If the Midpoint Rule is used on the interval \( [-1,17] \) with \( n=3 \) subintervals, at what \( x \)-coordinates is the integrand evaluated? \( \square \) (Simplify your answer. Use a comma to separate answers as needed.)

To apply the Midpoint Rule, we first determine the width of each subinterval. The interval \( [-1, 17] \) has a total length of \( 17 - (-1) = 18 \). Dividing this by \( n = 3 \) gives us a subinterval width \( \Delta x = \frac{18}{3} = 6 \).

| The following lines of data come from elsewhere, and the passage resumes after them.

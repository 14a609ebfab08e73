package dev.runoff.engine.best;

import static org.junit.jupiter.api.Assertions.assertEquals;
import static org.junit.jupiter.api.Assertions.assertFalse;
import static org.junit.jupiter.api.Assertions.assertThrows;
import static org.junit.jupiter.api.Assertions.assertTrue;

import dev.runoff.engine.posterior.BetaPosterior;
import dev.runoff.engine.posterior.Posterior;
import dev.runoff.engine.posterior.StudentTPosterior;
import java.util.ArrayList;
import java.util.Arrays;
import java.util.Collections;
import java.util.List;
import org.apache.commons.math3.analysis.UnivariateFunction;
import org.apache.commons.math3.analysis.integration.IterativeLegendreGaussIntegrator;
import org.apache.commons.math3.distribution.BetaDistribution;
import org.apache.commons.math3.distribution.TDistribution;
import org.apache.commons.math3.special.Beta;
import org.apache.commons.rng.UniformRandomProvider;
import org.junit.jupiter.api.Test;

The subintervals are: 1. From \( -1 \) to \( 5 \) 2. From \( 5 \) to \( 11 \) 3. From \( 11 \) to \( 17 \) The midpoints of these subintervals will be where we evaluate the integrand: 1. The midpoint of the first interval \( [-1, 5] \) is \( \frac{-1 + 5}{2} = 2 \). 2. The midpoint of the second interval \( [5, 11] \) is \( \frac{5 + 11}{2} = 8 \). 3. The midpoint of the third interval \( [11, 17] \) is \( \frac{11 + 17}{2} = 14 \). Hence, the \( x \)-coordinates at which the integrand is evaluated are \( 2, 8, 14 \).